Joining a panel discussion on the future of the industry’s representative bodies was Richard Simonaitis, CEO of Australian Export Grain Innovation Centre (AEGIC), who said value drives the entire industry regardless of whether it was a grower, plant breeder, buyer or processer. He said driving this value was customer satisfaction and that it was the source of wealth for the industry.
Simonaitis said the focus on value should be on where it starts, not where it ends up, and that it relied on customer perception. He also suggested pulling together market signals, price and grain volume to derive value.
David McKeon, general manager, GrainGrowers, said Australian grain farms were achieving high turnover and profitability. He also said grain traders were performing well over the last few years, and that the industry was adapting to a shift in market from 70% grain exports to the Middle East before wheat deregulation to 70% now going to Asia.

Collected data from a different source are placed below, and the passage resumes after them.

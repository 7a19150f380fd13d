package network

import (
	"strings"

	"kinetarium/network/expr"
)

// EventKind says how an event is timed.
type EventKind int

// Event kinds.
const (
	Timed     EventKind = iota // "at", possibly "every" and "count"
	Triggered                  // "when"
	Infusion                   // "from" and "to"
)

// CheckedEvent is an event as Check read it.
type CheckedEvent struct {
	Index int // in Model.Events
	Name  string
	Kind  EventKind
	// Cond is the condition of a Triggered event: it holds when
	// Cond[0] Op Cond[1], Op one of "<", "<=", ">", ">=".
	Cond [2]expr.Node
	Op   string
	// The actions, in file order, with their values parsed.
	Add, Set, Infuse []CheckedChange
}

// CheckedChange is an action of an event as Check read it.
type CheckedChange struct {
	Target    string
	Parameter bool // the target is a parameter (only for Set), else a species
	Index     int  // of the species or parameter
	Expr      expr.Node
}

// comparison splits a condition "L op R" at its one comparison operator
// outside parentheses. ok is false when there is none or more than one.
func comparison(s string) (l, op, r string, ok bool) {
	depth, found := 0, -1
	oplen := 0
	for i := 0; i < len(s); i++ {
		switch c := s[i]; c {
		case '(':
			depth++
		case ')':
			depth--
		case '<', '>':
			if depth != 0 {
				continue
			}
			if found >= 0 {
				return "", "", "", false
			}
			found, oplen = i, 1
			if i+1 < len(s) && s[i+1] == '=' {
				oplen = 2
				i++
			}
		}
	}
	if found < 0 {
		return "", "", "", false
	}
	return s[:found], s[found : found+oplen], s[found+oplen:], true
}

// events checks every event: one timing, sensible times, known targets of
// the right kind, values that read.
func (v *validator) events() {
	seen := map[string]int{}
	for i := range v.m.Events {
		e := &v.m.Events[i]
		errf := func(field string, col int, format string, args ...any) {
			v.add(Error, "events", i, e.Name, field, col, format, args...)
		}
		switch j, dup := seen[e.Name]; {
		case strings.TrimSpace(e.Name) == "":
			errf("name", 0, "the event needs a name")
		case dup:
			errf("name", 0, "the name %q is already used by event %d; every event needs its own name", e.Name, j+1)
		default:
			seen[e.Name] = i
		}
		ce := CheckedEvent{Index: i, Name: e.Name}
		ok := true
		timings := 0
		if e.At.Set {
			timings++
		}
		if e.When != "" {
			timings++
			ce.Kind = Triggered
		}
		if e.From.Set || e.To.Set {
			timings++
			ce.Kind = Infusion
		}
		if timings != 1 {
			errf("", 0, "an event needs exactly one timing: \"at\" (a time), \"when\" (a condition) or \"from\" and \"to\" (an infusion)")
			ok = false
		}
		time := func(field string, val Value, positive bool) {
			if !val.Set {
				return
			}
			x, named, known := v.timeValue(i, e.Name, field, val)
			switch {
			case !known:
				ok = false // reported, with no value to judge
			case !named && x < 0:
				errf(field, 0, "%s = %v is not allowed; expected a time of 0 or later", field, x)
				ok = false
			case !named && positive && !(x > 0):
				errf(field, 0, "%s = %v is not allowed; expected a positive interval", field, x)
				ok = false
			case x < 0 || positive && !(x > 0):
				errf(field, 0, "%s is the parameter %q, whose value %v is not allowed; expected %s", field, val.Name, x,
					map[bool]string{true: "a positive interval", false: "a time of 0 or later"}[positive])
				ok = false
			}
		}
		time("at", e.At, false)
		time("every", e.Every, true)
		time("from", e.From, false)
		time("to", e.To, false)
		if ce.Kind == Infusion {
			if !e.From.Set || !e.To.Set {
				errf("", 0, "an infusion needs both \"from\" and \"to\"")
				ok = false
			} else if f, t := v.valueOf(e.From), v.valueOf(e.To); ok && !(t > f) {
				errf("to", 0, "the infusion ends (to = %v) before it starts (from = %v); expected to > from", t, f)
				ok = false
			}
		}
		if e.Count < 0 || e.Count > MaxCount {
			errf("count", 0, "count = %d is not allowed; expected a whole number from 1 to %d, the number of occurrences", e.Count, MaxCount)
			ok = false
		} else if e.Every.Set && e.Count == 0 {
			errf("count", 0, "\"every\" needs \"count\", the number of occurrences")
			ok = false
		}
		if e.Count > 0 && !e.Every.Set && e.Count != 1 {
			errf("every", 0, "\"count\" needs \"every\", the interval between occurrences")
			ok = false
		}
		if ce.Kind == Triggered {
			if e.Every.Set || e.Count > 0 {
				errf("when", 0, "a triggered event fires each time its condition turns true; \"every\" and \"count\" do not apply (use \"once\" to fire only the first time)")
				ok = false
			}
			l, op, r, isCmp := comparison(e.When)
			if !isCmp {
				errf("when", 0, "%q is not a comparison; expected two expressions joined by <, <=, > or >=, such as \"P > 5\"", e.When)
				ok = false
			} else {
				f := Field{Missing: "a side of the comparison is empty; expected an expression, such as \"P > 5\""}
				ce.Op = op
				ce.Cond[0] = v.expression("events", i, e.Name, "when", l, f)
				ce.Cond[1] = v.expression("events", i, e.Name, "when", r, f)
				ok = ok && ce.Cond[0] != nil && ce.Cond[1] != nil
			}
		} else if e.Once {
			errf("once", 0, "\"once\" applies to triggered events (\"when\") only")
			ok = false
		}
		if len(e.Add)+len(e.Set)+len(e.Infuse) == 0 {
			errf("", 0, "the event has no action; give \"add\", \"set\" or (for an infusion) \"infuse\"")
			ok = false
		}
		if ce.Kind == Infusion && len(e.Add)+len(e.Set) > 0 {
			errf("", 0, "an infusion feeds species at a rate with \"infuse\"; give \"add\" or \"set\" in an event of their own")
			ok = false
		}
		if ce.Kind != Infusion && len(e.Infuse) > 0 {
			errf("infuse", 0, "\"infuse\" needs \"from\" and \"to\", the interval of the infusion")
			ok = false
		}
		ce.Add = v.changes(i, e, "add", e.Add, false)
		ce.Set = v.changes(i, e, "set", e.Set, true)
		ce.Infuse = v.changes(i, e, "infuse", e.Infuse, false)
		if ok && len(ce.Add) == len(e.Add) && len(ce.Set) == len(e.Set) && len(ce.Infuse) == len(e.Infuse) {
			v.net.Events = append(v.net.Events, ce)
		}
	}
}

// changes checks the actions of one kind of an event and returns those
// that are sound.
func (v *validator) changes(i int, e *Event, kind string, cs []Change, params bool) []CheckedChange {
	var out []CheckedChange
	for _, c := range cs {
		field := kind + "." + c.Target
		errf := func(format string, args ...any) { v.add(Error, "events", i, e.Name, field, 0, format, args...) }
		cc := CheckedChange{Target: c.Target}
		if j, ok := v.speciesIx[c.Target]; ok {
			cc.Index = j
			v.usedSp[j] = true
			if kind == "infuse" && v.m.Species[j].Fixed {
				errf("%q is held constant, so an infusion cannot change it; use \"set\" to switch it", c.Target)
				continue
			}
		} else if j, ok := v.paramIx[c.Target]; ok && params {
			cc.Index, cc.Parameter = j, true
			v.usedPar[j] = true
		} else if _, ok := v.assignIx[c.Target]; ok {
			errf("%q is an assignment, computed from other quantities; change what it is computed from instead", c.Target)
			continue
		} else if ref, ok := v.kinds[c.Target]; ok {
			errf("%q is a %s; %s takes %s", c.Target, sectionWord[ref.section], kind, map[bool]string{true: "species and parameters", false: "species"}[params])
			continue
		} else {
			errf("unknown %s %q; expected %s of the model", map[bool]string{true: "species or parameter", false: "species"}[params], c.Target,
				map[bool]string{true: "a species or parameter", false: "a species"}[params])
			continue
		}
		f := Field{Missing: "the value is missing; expected a number, a parameter name or an expression"}
		cc.Expr = v.expression("events", i, e.Name, field, c.Value, f)
		if cc.Expr == nil {
			continue
		}
		if kind == "infuse" {
			for _, name := range expr.Vars(cc.Expr) {
				if _, isPar := v.paramIx[name]; !isPar {
					v.add(Error, "events", i, e.Name, field, 0, "an infusion rate may use numbers and parameters only, not %q; it stays constant while the infusion runs", name)
					cc.Expr = nil
					break
				}
			}
			if cc.Expr == nil {
				continue
			}
		}
		out = append(out, cc)
	}
	return out
}

// timeValue returns the value of a time field (a number or a parameter)
// and whether it is named and known; an unknown name is reported, with
// the declared name it is closest to.
func (v *validator) timeValue(i int, item, field string, val Value) (x float64, named, known bool) {
	if val.Name == "" {
		if !finite(val.Num) {
			v.add(Error, "events", i, item, field, 0, "%s = %v is not allowed; expected a finite time", field, val.Num)
		}
		return val.Num, false, true
	}
	j, ok := v.paramIx[val.Name]
	if !ok {
		v.add(Error, "events", i, item, field, 0, "unknown parameter %q;%s declare it under parameters or give a number", val.Name, v.suggest(val.Name, v.paramIx))
		return 0, true, false
	}
	v.usedPar[j] = true
	return v.m.Parameters[j].Value, true, true
}

// valueOf returns the value of a number or a known parameter (0 for an
// unknown one, which timeValue reports).
func (v *validator) valueOf(val Value) float64 {
	if val.Name == "" {
		return val.Num
	}
	if j, ok := v.paramIx[val.Name]; ok {
		return v.m.Parameters[j].Value
	}
	return 0
}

McKeon said the basic fundamentals of businesses in the industry were right but there was further development required for industry groups to establish who should do what and why.
This value must be derived from an industry working together to capture value right across the supply chain and produce a product that meets the needs of the customer. These needs include the matching of grain qualities with technical requirements needed to make the final product.
Adding pressure on the need to articulate the value of Australian grain is the effect historically low ocean freight is having on the flow of grain globally. Palmquist said in recent months shipments of U.K. feed wheat had moved into Vietnam, and German wheat and barley into Japan.
Palmquist also said recent regulatory changes made by the Argentinean government coupled with the devaluing of its currency had made it competitive against Australian grain, particularly as production runs to a similar calendar.
McKillop mirrored these comments, citing the Australian Farm Institute report that Asian market share had been lost in recent years. He said the industry should focus on the high end to differentiate from others. He said he was more concerned Australia remained in the top quartile for premium products, because the industry was not big enough to do anything else.
Crane said CBH’s Asian flour mills had used Argentinean wheat, which was of very good quality. He said Australia’s advantage was its close proximity to Asia, noting that Argentina couldn’t compete on freshness due to the distance it had to travel from origin.